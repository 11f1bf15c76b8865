package main

import (
	"context"
	"flag"
	"fmt"
	"io"
	"os"
	"time"

	"github.com/pulsefleet/pulsefleet/internal/sim/bench"
	"github.com/pulsefleet/pulsefleet/internal/store"
)

func init() {
	register(command{
		name: "bench",
		summary: `Measure ingest under load: the same simulated raw fleet against a bare sink
(decode and acknowledge only) and then against the full gateway with a
temporary store, in one run. Progress goes to stderr; the last line on stdout
is one JSON object with sink_samples_per_s, gateway_samples_per_s, ratio
(gateway / sink), cpu_ratio (the gateway's CPU per acknowledged sample over
the sink's), ack_p50_ms, ack_p99_ms (gateway phase), lost (acknowledged
samples missing from the store afterwards), sink_saturated (the bare sink
acknowledged less than 95 % of the offered load: the machine was the limit,
so the run's latency and CPU figures say little), peak_rss_bytes and more.
Peak RSS is measured per phase (the kernel's high-water mark is reset at the
start of each phase); with --client process (the default) the load client
runs as a separate 'pulsefleet sim' process, so the peaks are the targets'
own, and the client's are reported apart.`,
		run: runBench,
	})
}

func runBench(ctx context.Context, args []string, s stdio) error {
	fs := newFlagSet("bench", "--devices N --rate HZ --duration DUR [--chunk N] [--client process|in-process] [--cpuprofile PREFIX]", s.err)
	var f simFlags
	f.register(fs, false)
	client := fs.String("client", "process", "run the load client as a separate process (process) or inside this one (in-process)")
	cpuProfile := fs.String("cpuprofile", "", "write CPU profiles (pprof) per phase to PREFIX.PHASE.pprof (and the client's to PREFIX.client-N.pprof)")
	memProfile := fs.String("memprofile", "", "write a heap profile (pprof) per phase at 90 % of its sending time to PREFIX.PHASE.pprof")
	batchDelay := fs.Duration("batch-delay", defaultServeConfig().BatchDelay, "the gateway's store batch delay")
	if err := parseFlags(fs, args); err != nil {
		return err
	}
	set := map[string]bool{}
	fs.Visit(func(fl *flag.Flag) { set[fl.Name] = true })
	switch {
	case f.devices < 1 || f.devices > 100000:
		return usagef("--devices %d, want 1..100000", f.devices)
	case f.rate < 25 || f.rate > 1000:
		return usagef("--rate %v Hz, want 25..1000", f.rate)
	case f.chunk < 1 || f.chunk > 1000:
		return usagef("--chunk %d samples, want 1..1000", f.chunk)
	case f.duration <= 0:
		return usagef("--duration %v, want more than 0", f.duration)
	case f.perConn < 1:
		return usagef("--devices-per-conn %d, want 1 or more", f.perConn)
	case f.progress <= 0:
		return usagef("--progress-every %v, want more than 0", f.progress)
	case *client != "process" && *client != "in-process":
		return usagef("--client %q, want process or in-process", *client)
	case *batchDelay < time.Millisecond || *batchDelay > 2*time.Second:
		return usagef("--batch-delay %v, want 1ms..2s", *batchDelay)
	}
	opts := bench.Options{Devices: f.devices, RateHz: f.rate, Chunk: f.chunk, Duration: f.duration, Seed: f.seed,
		DevicesPerConn: f.perConn, Progress: s.err, ProgressEvery: f.progress, CPUProfile: *cpuProfile, MemProfile: *memProfile}
	if *client == "process" {
		exe, err := os.Executable()
		if err != nil {
			return fmt.Errorf("find this binary to run the client: %w (use --client in-process)", err)
		}
		opts.Client = bench.ExecClient(exe, s.err, *cpuProfile)
	}
	res, err := bench.Run(ctx, opts, bench.SinkPhase(), gatewayPhase(*batchDelay, s.err))
	if err != nil {
		return err
	}
	return writeJSONLine(s, res)
}

// gatewayPhase runs the full gateway, wired as `serve` wires it, on a
// temporary data directory and loopback addresses.
func gatewayPhase(batchDelay time.Duration, logw io.Writer) bench.Phase {
	return bench.Phase{Name: "gateway", Start: func(ctx context.Context) (bench.Target, error) {
		dir, err := os.MkdirTemp("", "pulsefleet-bench-")
		if err != nil {
			return nil, err
		}
		c := defaultServeConfig()
		c.Data, c.GRPCListen, c.HTTPListen, c.LogLevel, c.BatchDelay = dir, "127.0.0.1:0", "127.0.0.1:0", "warn", batchDelay
		rg, stop, err := startGateway(ctx, c, logw)
		if err != nil {
			os.RemoveAll(dir)
			return nil, err
		}
		return &gatewayTarget{addr: rg.GRPCAddr, dir: dir, stop: stop, db: rg.DB}, nil
	}}
}

type gatewayTarget struct {
	addr, dir string
	stop      func() error
	db        *store.DB
}

func (g *gatewayTarget) Addr() string { return g.addr }

// Commits counts the gateway's store commits (bench.Committer).
func (g *gatewayTarget) Commits() uint64 { return g.db.Commits() }

// Stop shuts the gateway down (flushing the store) and counts the raw
// samples of the ingest ledger per device: what the store holds durably.
func (g *gatewayTarget) Stop(context.Context) (map[string]uint64, error) {
	defer os.RemoveAll(g.dir)
	if err := g.stop(); err != nil {
		return nil, fmt.Errorf("stop gateway: %w", err)
	}
	db, err := store.Open(g.dir, store.Options{})
	if err != nil {
		return nil, err
	}
	defer db.Close()
	totals, err := db.LedgerTotals()
	if err != nil {
		return nil, err
	}
	held := make(map[string]uint64, len(totals))
	for id, t := range totals {
		if !t.Distinct {
			return nil, fmt.Errorf("store holds a sequence number of %s twice", id)
		}
		held[id] = t.Samples
	}
	return held, nil
}
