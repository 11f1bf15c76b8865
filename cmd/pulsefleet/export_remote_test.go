package main

import (
	"bytes"
	"context"
	"os"
	"path/filepath"
	"regexp"
	"testing"
	"time"

	"github.com/pulsefleet/pulsefleet/internal/export/fhirschema"
	"github.com/pulsefleet/pulsefleet/internal/sim"
)

// An export through running gateways (FleetService.ExportTrend) is byte for
// byte the offline export of a snapshot of the same store (CSV), whole and
// for one device and range; across two gateways it holds both fleets.
func TestExportThroughGatewayEqualsOfflineExport(t *testing.T) {
	if testing.Short() {
		t.Skip("process test")
	}
	a, b := startServe(t, t.TempDir()), startServe(t, t.TempDir())
	ctx, cancel := context.WithTimeout(context.Background(), 90*time.Second)
	defer cancel()
	for i, c := range []*child{a, b} {
		rep, err := sim.Run(ctx, sim.Options{Gateway: c.grpcAddr, Devices: 3, IDPrefix: []string{"exa", "exb"}[i], Mode: sim.ModeRaw,
			RateHz: 100, Speed: 20, Duration: 2 * time.Second, Seed: uint64(30 + i)})
		if err != nil || rep.FramesAcked == 0 || rep.StreamErrors != 0 {
			t.Fatalf("sim: %v %+v", err, rep)
		}
	}
	dir := t.TempDir()
	p := func(n string) string { return filepath.Join(dir, n) }
	mustRun := func(args ...string) {
		t.Helper()
		if code, out := runBinary(t, args...); code != 0 {
			t.Fatalf("%v: exit %d: %s", args, code, out)
		}
	}
	read := func(n string) []byte {
		b, err := os.ReadFile(p(n))
		if err != nil {
			t.Fatal(err)
		}
		return b
	}
	mustRun("export", "--gateway", a.grpcAddr, "--format", "csv", "--out", p("live.csv"))
	mustRun("export", "--gateway", a.grpcAddr, "--format", "csv", "--device", "exa-0002", "--from", "0", "--to", "4102444800", "--out", p("live1.csv"))
	mustRun("backup", "--gateway", a.grpcAddr, "--out", p("snap.db"))
	mustRun("restore", "--data", p("restored"), "--from", p("snap.db"))
	mustRun("export", "--data", p("restored"), "--format", "csv", "--out", p("offline.csv"))
	mustRun("export", "--data", p("restored"), "--format", "csv", "--device", "exa-0002", "--from", "0", "--to", "4102444800", "--out", p("offline1.csv"))
	live, offline := read("live.csv"), read("offline.csv")
	if bytes.Count(live, []byte("\n")) < 10 {
		t.Fatalf("the export holds %d lines: the test proves nothing", bytes.Count(live, []byte("\n")))
	}
	if !bytes.Equal(live, offline) {
		t.Errorf("export through the gateway (%d bytes) differs from the offline export of its snapshot (%d bytes)", len(live), len(offline))
	}
	if l1, o1 := read("live1.csv"), read("offline1.csv"); !bytes.Equal(l1, o1) || len(l1) >= len(live) {
		t.Errorf("one device: through the gateway %d bytes, offline %d bytes (whole export %d)", len(l1), len(o1), len(live))
	}
	// FHIR through the gateway: the same Bundle as the offline export of the
	// snapshot (but for the Bundle's own timestamp), valid against the
	// official R4 schema.
	mustRun("export", "--gateway", a.grpcAddr, "--format", "fhir", "--out", p("live.json"))
	mustRun("export", "--data", p("restored"), "--format", "fhir", "--out", p("offline.json"))
	stamp := regexp.MustCompile(`"timestamp":"[^"]*"`)
	liveF, offF := read("live.json"), read("offline.json")
	if !bytes.Contains(liveF, []byte(`"resourceType":"Observation"`)) {
		t.Fatalf("the FHIR export through the gateway holds no Observation: the test proves nothing")
	}
	if !bytes.Equal(stamp.ReplaceAll(liveF, nil), stamp.ReplaceAll(offF, nil)) {
		t.Errorf("FHIR through the gateway (%d bytes) differs from the offline export of its snapshot (%d bytes) beyond the Bundle timestamp", len(liveF), len(offF))
	}
	schema := fhirschema.Compile(t, fhirschema.Path(t))
	if err := fhirschema.Validate(schema, string(liveF)); err != nil {
		t.Errorf("FHIR through the gateway is not valid FHIR R4: %v", err)
	}
	mustRun("export", "--gateway", a.grpcAddr+","+b.grpcAddr, "--format", "csv", "--out", p("both.csv"))
	mustRun("export", "--gateway", b.grpcAddr, "--format", "csv", "--out", p("b.csv"))
	both, onlyB := read("both.csv"), read("b.csv")
	header := bytes.SplitAfterN(live, []byte("\n"), 3)
	hdr := len(header[0]) + len(header[1]) // caution line and column names
	if want := append(append([]byte{}, live...), onlyB[hdr:]...); !bytes.Equal(both, want) {
		t.Errorf("merged export of two gateways (%d bytes) is not both fleets in device order (%d bytes)", len(both), len(want))
	}
}

// tune --gateway (a snapshot through the Backup RPC) gives the same
// summary as tune --data on a snapshot of the same history.
func TestTuneThroughGatewayEqualsTuneOnSnapshot(t *testing.T) {
	if testing.Short() {
		t.Skip("process test")
	}
	c := startServe(t, t.TempDir())
	ctx, cancel := context.WithTimeout(context.Background(), 90*time.Second)
	defer cancel()
	rep, err := sim.Run(ctx, sim.Options{Gateway: c.grpcAddr, Devices: 3, IDPrefix: "tn", Mode: sim.ModeSummary,
		RateHz: 100, Speed: 30, Duration: 3 * time.Second, Seed: 41})
	if err != nil || rep.FramesAcked < 100 || rep.StreamErrors != 0 {
		t.Fatalf("sim: %v %+v", err, rep)
	}
	dir := t.TempDir()
	p := func(n string) string { return filepath.Join(dir, n) }
	mustRun := func(args ...string) {
		t.Helper()
		if code, out := runBinary(t, args...); code != 0 {
			t.Fatalf("%v: exit %d: %s", args, code, out)
		}
	}
	os.WriteFile(p("grid.yaml"), []byte("base: adult-ward-pilot\nsweep:\n  spo2_low.delay: [0s, 30s]\nreference:\n  rule: {below: 92, for: 10s}\n"), 0o600)
	mustRun("tune", "--grid", p("grid.yaml"), "--gateway", c.grpcAddr, "--out", p("live"))
	mustRun("backup", "--gateway", c.grpcAddr, "--out", p("snap.db"))
	mustRun("restore", "--data", p("restored"), "--from", p("snap.db"))
	mustRun("tune", "--grid", p("grid.yaml"), "--data", p("restored"), "--out", p("offline"))
	live, err1 := os.ReadFile(p("live/summary.csv"))
	offline, err2 := os.ReadFile(p("offline/summary.csv"))
	if err1 != nil || err2 != nil {
		t.Fatal(err1, err2)
	}
	if bytes.Count(live, []byte("\n")) < 3 || !bytes.Equal(live, offline) {
		t.Errorf("summary.csv through the gateway (%d bytes) differs from --data on a snapshot (%d bytes):\n%s\n---\n%s", len(live), len(offline), live, offline)
	}
}
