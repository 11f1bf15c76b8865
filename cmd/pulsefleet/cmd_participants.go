package main

import (
	"context"
	"encoding/csv"
	"flag"
	"fmt"
	"io"
	"strconv"
	"time"

	"github.com/pulsefleet/pulsefleet/internal/participants"
	pb "github.com/pulsefleet/pulsefleet/proto/pulsefleet/v1"
)

func init() {
	register(command{
		name: "participants",
		summary: "Enrol devices to pseudonymous study participants on a running gateway; delete on withdrawal.\n\n" +
			"  pulsefleet participants enrol  --gateway ADDR --participant PID --device ID [--from T] [--to T] [--note TEXT]\n" +
			"  pulsefleet participants end    --gateway ADDR --participant PID [--device ID] [--to T]\n" +
			"  pulsefleet participants list   --gateway ADDR [--participant PID] [--device ID] [--format table|csv|json]\n" +
			"  pulsefleet participants delete --gateway ADDR --participant PID --confirm   (admin)\n\n" +
			"A participant id (PID) is a pseudonymous study code: 2..32 of A-Z 0-9 - _ with at least one digit\n" +
			"(P-0042). Never a name. A device belongs to at most one participant at any time; a participant may\n" +
			"hold several devices, one after another or at once (a prototype and a reference oximeter).\n" +
			"Intervals may lie in the past: data already stored then read as the participant's. enrol and end\n" +
			"need the operator role (a bedside task), delete the admin role; every change is audited.\n" +
			"delete removes the participant's trend points, raw captures, episodes and reviews inside the\n" +
			"enrolments, and the enrolments; see README \"Withdrawal\" for what it cannot reach (earlier\n" +
			"backups, Prometheus series).",
		run: runParticipants,
	})
}

func runParticipants(ctx context.Context, args []string, s stdio) error {
	if len(args) == 0 || args[0] == "-h" || args[0] == "--help" {
		fmt.Fprintln(s.err, commands["participants"].summary)
		if len(args) == 0 {
			return usagef("want a subcommand: enrol, end, list or delete")
		}
		return errHelp
	}
	sub, args := args[0], args[1:]
	var f participantsFlags
	fs := newFlagSet("participants "+sub, "--gateway ADDR [flags]", s.err)
	f.register(fs)
	if err := parseFlags(fs, args); err != nil {
		return err
	}
	now := time.Now()
	optTime := func(flag, v string) (int64, error) {
		if v == "" {
			return 0, nil
		}
		t, err := parseTrendTime(flag, v, now)
		return t.UnixMilli(), err
	}
	from, err := optTime("--from", f.fromArg)
	if err != nil {
		return err
	}
	to, err := optTime("--to", f.toArg)
	if err != nil {
		return err
	}
	if sub != "list" {
		if err := participants.CheckID("--participant", f.pid); err != nil {
			return usagef("%v", err)
		}
	}
	addrs, err := f.cf.addrs()
	if err != nil {
		return err
	}
	conn, err := f.cf.dial(addrs[0])
	if err != nil {
		return err
	}
	defer conn.Close()
	cl := pb.NewParticipantServiceClient(conn)
	cctx, cancel := context.WithTimeout(f.cf.ctx(ctx), 5*time.Minute)
	defer cancel()
	return f.call(cctx, cl, sub, from, to, now, s.out)
}

// participantsFlags are the flags of 'participants'; each subcommand uses
// some of them.
type participantsFlags struct {
	cf                                        clientFlags
	pid, device, fromArg, toArg, note, format string
	confirm                                   bool
}

func (f *participantsFlags) register(fs *flag.FlagSet) {
	f.cf.register(fs)
	fs.StringVar(&f.pid, "participant", "", "participant id (pseudonymous study code, never a name)")
	fs.StringVar(&f.device, "device", "", "device id")
	fs.StringVar(&f.fromArg, "from", "", "enrol: start, RFC 3339, Unix seconds or a duration before now (default now)")
	fs.StringVar(&f.toArg, "to", "", "enrol: end (default open); end: end time (default now)")
	fs.StringVar(&f.note, "note", "", "enrol: free text, at most 200 bytes (never a name)")
	fs.StringVar(&f.format, "format", "table", "list: table, csv or json")
	fs.BoolVar(&f.confirm, "confirm", false, "delete: required; deletion cannot be undone")
}

// call sends subcommand sub's request and prints the answer.
func (f *participantsFlags) call(cctx context.Context, cl pb.ParticipantServiceClient, sub string, from, to int64, now time.Time, out io.Writer) error {
	switch sub {
	case "enrol":
		if f.device == "" {
			return usagef("--device: required")
		}
		if from == 0 {
			from = now.UnixMilli()
		}
		resp, err := cl.Enrol(cctx, &pb.EnrolRequest{Enrolment: &pb.Enrolment{ParticipantId: f.pid, DeviceId: f.device,
			FromUnixMs: from, ToUnixMs: to, Note: f.note}})
		if err != nil {
			return err
		}
		fmt.Fprintf(out, "enrolled %s\n", enrolmentLine(resp.GetEnrolment()))
	case "end":
		resp, err := cl.EndEnrolment(cctx, &pb.EndEnrolmentRequest{ParticipantId: f.pid, DeviceId: f.device, ToUnixMs: to})
		if err != nil {
			return err
		}
		fmt.Fprintf(out, "ended %s\n", enrolmentLine(resp.GetEnrolment()))
	case "list":
		resp, err := cl.ListEnrolments(cctx, &pb.ListEnrolmentsRequest{ParticipantId: f.pid, DeviceId: f.device})
		if err != nil {
			return err
		}
		return writeEnrolments(out, f.format, resp.GetEnrolments())
	case "delete":
		if !f.confirm {
			return usagef("--confirm: required; delete removes %s's trend points, raw captures, episodes and reviews for good", f.pid)
		}
		resp, err := cl.DeleteParticipant(cctx, &pb.DeleteParticipantRequest{ParticipantId: f.pid, Confirm: true})
		if err != nil {
			return err
		}
		fmt.Fprintf(out, "deleted participant %s: %d trend points, %d raw captures, %d episodes, %d reviews in %d enrolments (audit entry %d)\n",
			f.pid, resp.GetTrendPoints(), resp.GetRawCaptures(), resp.GetEpisodes(), resp.GetReviews(), len(resp.GetEnrolments()), resp.GetAuditId())
		for _, e := range resp.GetEnrolments() {
			fmt.Fprintf(out, "  %s\n", enrolmentLine(e))
		}
	default:
		return usagef("unknown subcommand %q, want enrol, end, list or delete", sub)
	}
	return nil
}

func fmtUnixMS(ms int64) string {
	if ms == 0 {
		return "open"
	}
	return time.UnixMilli(ms).UTC().Format(time.RFC3339)
}

func enrolmentLine(e *pb.Enrolment) string {
	return fmt.Sprintf("%s on %s from %s to %s (enrolment %d)", e.GetParticipantId(), e.GetDeviceId(),
		fmtUnixMS(e.GetFromUnixMs()), fmtUnixMS(e.GetToUnixMs()), e.GetEnrolmentId())
}

func writeEnrolments(w io.Writer, format string, es []*pb.Enrolment) error {
	switch format {
	case "json":
		return writeProtoJSON(w, es)
	case "csv":
		cw := csv.NewWriter(w)
		cw.Write([]string{"participant", "device", "from", "to", "note", "enrolment_id", "created", "created_by"})
		for _, e := range es {
			to := ""
			if e.GetToUnixMs() != 0 {
				to = fmtUnixMS(e.GetToUnixMs())
			}
			cw.Write([]string{e.GetParticipantId(), e.GetDeviceId(), fmtUnixMS(e.GetFromUnixMs()), to, e.GetNote(),
				strconv.FormatUint(e.GetEnrolmentId(), 10), fmtUnixMS(e.GetCreatedUnixMs()), e.GetCreatedBy()})
		}
		cw.Flush()
		return cw.Error()
	case "table":
		tw := newTable(w, 0, "PARTICIPANT", "DEVICE", "FROM", "TO", "NOTE")
		for _, e := range es {
			tw.row(e.GetParticipantId(), e.GetDeviceId(), fmtUnixMS(e.GetFromUnixMs()), fmtUnixMS(e.GetToUnixMs()), e.GetNote())
		}
		return tw.flush()
	}
	return usagef("--format: %q, want table, csv or json", format)
}

// remoteEnrolments lists every gateway's enrolments (a sharded fleet may
// hold them on several), one copy of each.
func remoteEnrolments(ctx context.Context, cf *clientFlags, addrs []string) ([]participants.Interval, error) {
	var out []participants.Interval
	seen := map[participants.Interval]bool{}
	for _, a := range addrs {
		conn, err := cf.dial(a)
		if err != nil {
			return nil, err
		}
		cctx, cancel := context.WithTimeout(cf.ctx(ctx), time.Minute)
		resp, err := pb.NewParticipantServiceClient(conn).ListEnrolments(cctx, &pb.ListEnrolmentsRequest{})
		cancel()
		conn.Close()
		if err != nil {
			return nil, fmt.Errorf("gateway %s: enrolments: %w", a, err)
		}
		for _, e := range resp.GetEnrolments() {
			iv := participants.Interval{Participant: e.GetParticipantId(), Device: e.GetDeviceId(), FromMS: e.GetFromUnixMs(), ToMS: e.GetToUnixMs()}
			if !seen[iv] {
				seen[iv] = true
				out = append(out, iv)
			}
		}
	}
	return out, nil
}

• **What is required**:
Starting at the first line of the data above, please restate word for word every line up to and including the one that holds "(gateway / sink), cpu_ratio", and add nothing else.

• **Finished exercise**:
repository 11f1bf15c76b8865
package main

import (
	"context"
	"flag"
	"fmt"
	"io"
	"os"
	"time"

	"github.com/pulsefleet/pulsefleet/internal/sim/bench"
	"github.com/pulsefleet/pulsefleet/internal/store"
)

func init() {
	register(command{
		name: "bench",
		summary: `Measure ingest under load: the same simulated raw fleet against a bare sink
(decode and acknowledge only) and then against the full gateway with a
temporary store, in one run. Progress goes to stderr; the last line on stdout
is one JSON object with sink_samples_per_s, gateway_samples_per_s, ratio
(gateway / sink), cpu_ratio (the gateway's CPU per acknowledged sample over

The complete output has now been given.